### WHAT IS BEING ASKED
Reproduce the entries. Match every word.

Saved data entries

-----

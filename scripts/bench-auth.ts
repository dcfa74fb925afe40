// npm run bench:auth — time of one password verification (the cost of one sign-in), argon2id as configured.
import { hashPassword, verifyPassword } from "~/.server/auth/password";

const hash = await hashPassword("benchmark-password");
const times: number[] = [];
for (let i = 0; i < 15; i++) {
  const started = performance.now();
  await verifyPassword(hash, "benchmark-password");
  times.push(performance.now() - started);
}
times.sort((a, b) => a - b);
const ms = (v: number | undefined) => `${(v ?? NaN).toFixed(1)} ms`;
console.log(
  `argon2id verify (one sign-in): median ${ms(times[7])}, min ${ms(times[0])}, max ${ms(times[14])}; target 50–500 ms`,
);
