// Local stand-in for a mail server, for `npm start`, `npm run dev` and `npm test` only.
// Accepts SMTP on 127.0.0.1:SMTP_PORT and keeps every message in memory; GET /messages on
// 127.0.0.1:SMTP_HTTP_PORT lists them as JSON, DELETE /messages clears them.
import { createServer } from "node:http";
import { simpleParser } from "mailparser";
import { SMTPServer } from "smtp-server";

type Captured = {
  id: number;
  receivedAt: string;
  from: string;
  to: string[];
  subject: string;
  text: string;
  html: string;
};

const smtpPort = Number(process.argv[2] ?? 2525);
const httpPort = Number(process.argv[3] ?? 2580);
const messages: Captured[] = [];
let nextId = 1;

const smtp = new SMTPServer({
  authOptional: true,
  disabledCommands: ["STARTTLS"],
  logger: false,
  onData(stream, session, callback) {
    const chunks: Buffer[] = [];
    stream.on("data", (c: Buffer) => chunks.push(c));
    stream.on("end", () => {
      simpleParser(Buffer.concat(chunks))
        .then((parsed) => {
          messages.push({
            id: nextId++,
            receivedAt: new Date().toISOString(),
            from: session.envelope.mailFrom
              ? session.envelope.mailFrom.address
              : "",
            to: session.envelope.rcptTo.map((r) => r.address),
            subject: parsed.subject ?? "",
            text: parsed.text ?? "",
            html: typeof parsed.html === "string" ? parsed.html : "",
          });
          callback();
        })
        .catch((error: Error) => callback(error));
    });
  },
});

const http = createServer((req, res) => {
  if (req.url?.startsWith("/messages")) {
    if (req.method === "DELETE") {
      messages.length = 0;
      res.writeHead(204).end();
      return;
    }
    res
      .writeHead(200, { "Content-Type": "application/json" })
      .end(JSON.stringify(messages));
    return;
  }
  res.writeHead(404).end();
});

// A port that is taken is named, with the variable that sets it, and the process ends (start.sh reports it).
function failOn(
  server: {
    on(
      event: "error",
      listener: (error: NodeJS.ErrnoException) => void,
    ): unknown;
  },
  port: number,
  variable: string,
) {
  server.on("error", (error) => {
    const reason =
      error.code === "EADDRINUSE"
        ? "is already in use"
        : `cannot be listened on (${error.code ?? error.message})`;
    process.stderr.write(
      `fake SMTP: port ${port} (${variable}) on 127.0.0.1 ${reason}\n`,
    );
    process.exit(1);
  });
}
failOn(smtp, smtpPort, "SMTP_PORT");
failOn(http, httpPort, "SMTP_HTTP_PORT");

smtp.listen(smtpPort, "127.0.0.1", () => {
  http.listen(httpPort, "127.0.0.1", () => {
    console.log(
      `fake SMTP on 127.0.0.1:${smtpPort}, messages at http://127.0.0.1:${httpPort}/messages`,
    );
  });
});

for (const signal of ["SIGINT", "SIGTERM"] as const) {
  process.on(signal, () => {
    http.close();
    smtp.close(() => process.exit(0));
  });
}
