// attr is n's attribute key, "" when absent.
func attr(n *html.Node, key string) string {
	for _, a := range n.Attr {
		if a.Key == key {
			return a.Val
		}
	}
	return ""
}

// hasAttr reports whether n has attribute key.
func hasAttr(n *html.Node, key string) bool {
	return slices.ContainsFunc(n.Attr, func(a html.Attribute) bool { return a.Key == key })
}

// hasClass reports whether n's class list holds c.
func hasClass(n *html.Node, c string) bool {
	return slices.Contains(strings.Fields(attr(n, "class")), c)
}

// tagClass matches elements by tag name and class.
func tagClass(tag, class string) func(*html.Node) bool {
	return func(n *html.Node) bool { return n.Data == tag && hasClass(n, class) }
}

// byID is the element with that id, or nil.
func byID(doc *html.Node, id string) *html.Node {
	if found := all(doc, func(n *html.Node) bool { return attr(n, "id") == id }); len(found) > 0 {
		return found[0]
	}
	return nil
}

// text is n's text content.
func text(n *html.Node) string {
	var b strings.Builder
	for c := range n.Descendants() {
		if c.Type == html.TextNode {
			b.WriteString(c.Data)
		}
	}
	return b.String()
}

-----

### EXERCISE SOLUTION
filename scripts/bench-auth.ts
repository dcfa74fb925afe40
// npm run bench:auth — time of one password verification (the cost of one sign-in), argon2id as configured.
import { hashPassword, verifyPassword } from "~/.server/auth/password";

const hash = await hashPassword("benchmark-password");
const times: number[] = [];
for (let i = 0; i < 15; i++) {
  const started = performance.now();
  await verifyPassword(hash, "benchmark-password");
  times.push(performance.now() - started);
}
times.sort((a, b) => a - b);
const ms = (v: number | undefined) => `${(v ?? NaN).toFixed(1)} ms`;
console.log(
  `argon2id verify (one sign-in): median ${ms(times[7])}, min ${ms(times[0])}, max ${ms(times[14])}; target 50–500 ms`,
);
// Local stand-in for a mail server, for `npm start`, `npm run dev` and `npm test` only.
// Accepts SMTP on 127.0.0.1:SMTP_PORT and keeps every message in memory; GET /messages on
// 127.0.0.1:SMTP_HTTP_PORT lists them as JSON, DELETE /messages clears them.
import { createServer } from "node:http";
import { simpleParser } from "mailparser";
import { SMTPServer } from "smtp-server";

type Captured = {
  id: number;
  receivedAt: string;
  from: string;
  to: string[];
  subject: string;
  text: string;
  html: string;
};

const smtpPort = Number(process.argv[2] ?? 2525);
const httpPort = Number(process.argv[3] ?? 2580);
const messages: Captured[] = [];
let nextId = 1;

const smtp = new SMTPServer({
  authOptional: true,
  disabledCommands: ["STARTTLS"],
  logger: false,
  onData(stream, session, callback) {
    const chunks: Buffer[] = [];
    stream.on("data", (c: Buffer) => chunks.push(c));
    stream.on("end", () => {
      simpleParser(Buffer.concat(chunks))
        .then((parsed) => {
          messages.push({
            id: nextId++,
            receivedAt: new Date().toISOString(),
            from: session.envelope.mailFrom
              ? session.envelope.mailFrom.address
              : "",
            to: session.envelope.rcptTo.map((r) => r.address),
            subject: parsed.subject ?? "",
            text: parsed.text ?? "",
            html: typeof parsed.html === "string" ? parsed.html : "",
          });
          callback();
        })
        .catch((error: Error) => callback(error));
    });
  },
});

const http = createServer((req, res) => {
  if (req.url?.startsWith("/messages")) {
    if (req.method === "DELETE") {
      messages.length = 0;
      res.writeHead(204).end();
      return;
    }
    res
      .writeHead(200, { "Content-Type": "application/json" })
      .end(JSON.stringify(messages));
    return;
  }
  res.writeHead(404).end();
});

// A port that is taken is named, with the variable that sets it, and the process ends (start.sh reports it).
function failOn(
  server: {
    on(
      event: "error",
      listener: (error: NodeJS.ErrnoException) => void,
    ): unknown;
  },
  port: number,
  variable: string,
) {
  server.on("error", (error) => {
    const reason =
      error.code === "EADDRINUSE"
        ? "is already in use"
        : `cannot be listened on (${error.code ?? error.message})`;
    process.stderr.write(
      `fake SMTP: port ${port} (${variable}) on 127.0.0.1 ${reason}\n`,
    );
    process.exit(1);
  });
}
failOn(smtp, smtpPort, "SMTP_PORT");
failOn(http, httpPort, "SMTP_HTTP_PORT");

smtp.listen(smtpPort, "127.0.0.1", () => {
  http.listen(httpPort, "127.0.0.1", () => {
    console.log(
      `fake SMTP on 127.0.0.1:${smtpPort}, messages at http://127.0.0.1:${httpPort}/messages`,
    );
  });
});

for (const signal of ["SIGINT", "SIGTERM"] as const) {
  process.on(signal, () => {
    http.close();
    smtp.close(() => process.exit(0));
  });
}
// attr is n's attribute key, "" when absent.
func attr(n *html.Node, key string) string {
	for _, a := range n.Attr {
		if a.Key == key {
			return a.Val
		}
	}
	return ""
}

// hasAttr reports whether n has attribute key.
func hasAttr(n *html.Node, key string) bool {
	return slices.ContainsFunc(n.Attr, func(a html.Attribute) bool { return a.Key == key })
}

// hasClass reports whether n's class list holds c.
func hasClass(n *html.Node, c string) bool {
	return slices.Contains(strings.Fields(attr(n, "class")), c)
}

// tagClass matches elements by tag name and class.
func tagClass(tag, class string) func(*html.Node) bool {
	return func(n *html.Node) bool { return n.Data == tag && hasClass(n, class) }
}

// byID is the element with that id, or nil.
func byID(doc *html.Node, id string) *html.Node {
	if found := all(doc, func(n *html.Node) bool { return attr(n, "id") == id }); len(found) > 0 {
		return found[0]
	}
	return nil
}

// text is n's text content.
func text(n *html.Node) string {
	var b strings.Builder
	for c := range n.Descendants() {
		if c.Type == html.TextNode {
			b.WriteString(c.Data)
		}
	}
	return b.String()
}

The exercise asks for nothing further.